Stored data
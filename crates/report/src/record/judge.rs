//! `pulsewright.judge/1`: every case, and each claim over all of them.

use super::{
    AdjustedRecord, AnswerRecord, BalanceRecord, ClaimRecord, Finite, HazardRecord, Input,
    OpinionRecord, Ordered, Origin, Program, ReadingRecord, RemarkRecord, Run, SetRecord, adjusted,
    set_record, stands,
};
use pulsewright_study::outcome::{ClaimResult, ClaimSummary, Fired, Found, Judged, Worst};
use serde::{Deserialize, Serialize};

/// The record of every case.
#[derive(Clone, Debug, PartialEq, Serialize, Deserialize)]
pub struct JudgeRecord {
    /// `pulsewright.judge/1`.
    pub record: String,
    /// The program that wrote it.
    pub program: Program,
    /// What was judged.
    pub input: Input,
    /// How it was run: steps of all cases together.
    pub run: Run,
    /// The cases in order.
    pub cases: Vec<CaseRecord>,
    /// Each claim over all cases.
    pub claims: Vec<SummaryRecord>,
    /// Remarks, each once.
    pub remarks: Vec<RemarkRecord>,
}

/// One case.
#[derive(Clone, Debug, PartialEq, Serialize, Deserialize)]
pub struct CaseRecord {
    /// The let-values as the case sets them.
    pub set: Ordered<SetRecord>,
    /// The let-values that were solved for; absent where nothing is adjusted.
    #[serde(skip_serializing_if = "Ordered::is_empty", default = "Ordered::none")]
    pub adjusted: Ordered<AdjustedRecord>,
    /// The named readings, in the file's order.
    pub readings: Vec<ReadingRecord>,
    /// The claims, in the file's order.
    pub claims: Vec<ClaimRecord>,
    /// The claims at their worst corners over the tolerances; absent where nothing varies.
    #[serde(skip_serializing_if = "Vec::is_empty", default)]
    pub worst: Vec<CornerRecord>,
    /// Where the joules went.
    pub balance: BalanceRecord,
    /// What another method says of the readings; `null` where it was not asked.
    pub second_opinion: Option<OpinionRecord>,
    /// Hazards.
    pub hazards: Vec<HazardRecord>,
}

/// A claim at its worst corner.
#[derive(Clone, Debug, PartialEq, Serialize, Deserialize)]
pub struct CornerRecord {
    /// The claim's name.
    pub name: String,
    /// The reading's value and bound there, or why there is none.
    #[serde(flatten)]
    pub answer: AnswerRecord,
    /// How far the value is inside the limits (negative: outside).
    pub margin: Option<Finite>,
    /// The verdict there.
    pub verdict: String,
    /// Why, where the numbers do not say it.
    #[serde(skip_serializing_if = "Option::is_none", default)]
    pub reason: Option<String>,
    /// What the values that vary come to there, in coherent SI units.
    pub corner: Ordered<Finite>,
}

/// A claim over all cases.
#[derive(Clone, Debug, PartialEq, Serialize, Deserialize)]
pub struct SummaryRecord {
    /// Its name.
    pub name: String,
    /// Its verdict over the cases, at the worst corner of each.
    pub verdict: String,
    /// Its verdict at nominal values.
    pub nominal: String,
    /// The case that comes nearest to failing, or fails by most; `null` where it applies in none.
    pub worst: Option<WorstRecord>,
}

/// The worst case of a claim.
#[derive(Clone, Debug, PartialEq, Serialize, Deserialize)]
pub struct WorstRecord {
    /// The let-values as the case sets them.
    pub set: Ordered<SetRecord>,
    /// The worst corner; absent where nothing varies.
    #[serde(skip_serializing_if = "Ordered::is_empty", default = "Ordered::none")]
    pub corner: Ordered<Finite>,
    /// The reading's value; `null` where there is none.
    pub value: Option<Finite>,
    /// How far it is inside the limits (negative: outside).
    pub margin: Option<Finite>,
}

/// The record of every case.
#[must_use]
pub fn judge(judged: &Judged, origin: &Origin<'_>) -> JudgeRecord {
    JudgeRecord {
        record: "pulsewright.judge/1".to_owned(),
        program: Program::this(),
        input: Input::new(origin, &origin.set),
        run: Run::of(&judged.cases),
        cases: judged
            .cases
            .iter()
            .enumerate()
            .map(|(n, fired)| case(fired, judged.worst.get(n)))
            .collect(),
        claims: judged
            .claims
            .iter()
            .enumerate()
            .map(|(k, s)| summary(s, k, judged))
            .collect(),
        remarks: remarks(judged, origin.text),
    }
}

fn case(fired: &Fired, worst: Option<&Vec<Option<Worst>>>) -> CaseRecord {
    CaseRecord {
        set: set_record(&fired.set),
        adjusted: adjusted(&fired.adjusted),
        readings: fired.readings.iter().map(Into::into).collect(),
        claims: fired.claims.iter().map(Into::into).collect(),
        worst: worst.into_iter().flatten().flatten().map(corner).collect(),
        balance: (&fired.balance).into(),
        second_opinion: fired.second_opinion.as_ref().map(Into::into),
        hazards: fired.hazards.iter().map(Into::into).collect(),
    }
}

fn corner(worst: &Worst) -> CornerRecord {
    let claim = &worst.claim;
    CornerRecord {
        name: claim.name.clone(),
        answer: AnswerRecord::new(&claim.answer, &claim.text),
        margin: claim.margin.and_then(Finite::new),
        verdict: claim.verdict.words().to_owned(),
        reason: claim.reason.clone(),
        corner: stands(&worst.corner),
    }
}

fn summary(summary: &ClaimSummary, claim: usize, judged: &Judged) -> SummaryRecord {
    let at = |n: usize| {
        let fired = judged.cases.get(n)?;
        let cornered = judged.worst.get(n).and_then(|all| all.get(claim)?.as_ref());
        Some(worst(fired, fired.claims.get(claim), cornered))
    };
    SummaryRecord {
        name: summary.name.clone(),
        nominal: summary.nominal.words().to_owned(),
        verdict: summary.verdict.words().to_owned(),
        worst: summary.worst.and_then(at),
    }
}

fn worst(fired: &Fired, nominal: Option<&ClaimResult>, cornered: Option<&Worst>) -> WorstRecord {
    let claim = cornered.map(|w| &w.claim).or(nominal);
    let value = claim.and_then(|c| match c.answer.found {
        Found::Value { value, .. } => Finite::new(value),
        _ => None,
    });
    WorstRecord {
        set: set_record(&fired.set),
        corner: cornered.map_or_else(Ordered::none, |w| stands(&w.corner)),
        value,
        margin: claim.and_then(|c| c.margin).and_then(Finite::new),
    }
}

/// The remarks of all cases in order, each once.
fn remarks(judged: &Judged, text: &str) -> Vec<RemarkRecord> {
    let mut seen: Vec<RemarkRecord> = Vec::new();
    for remark in judged.cases.iter().flat_map(|c| &c.remarks) {
        let record = RemarkRecord::new(remark, text);
        if !seen.contains(&record) {
            seen.push(record);
        }
    }
    seen
}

» INSTRUCTIONS FOR THE TASK
For each line above that contains the word "text", make a copy.

» TASK OUTPUT
        remarks: remarks(judged, origin.text),
        answer: AnswerRecord::new(&claim.answer, &claim.text),
fn remarks(judged: &Judged, text: &str) -> Vec<RemarkRecord> {
        let record = RemarkRecord::new(remark, text);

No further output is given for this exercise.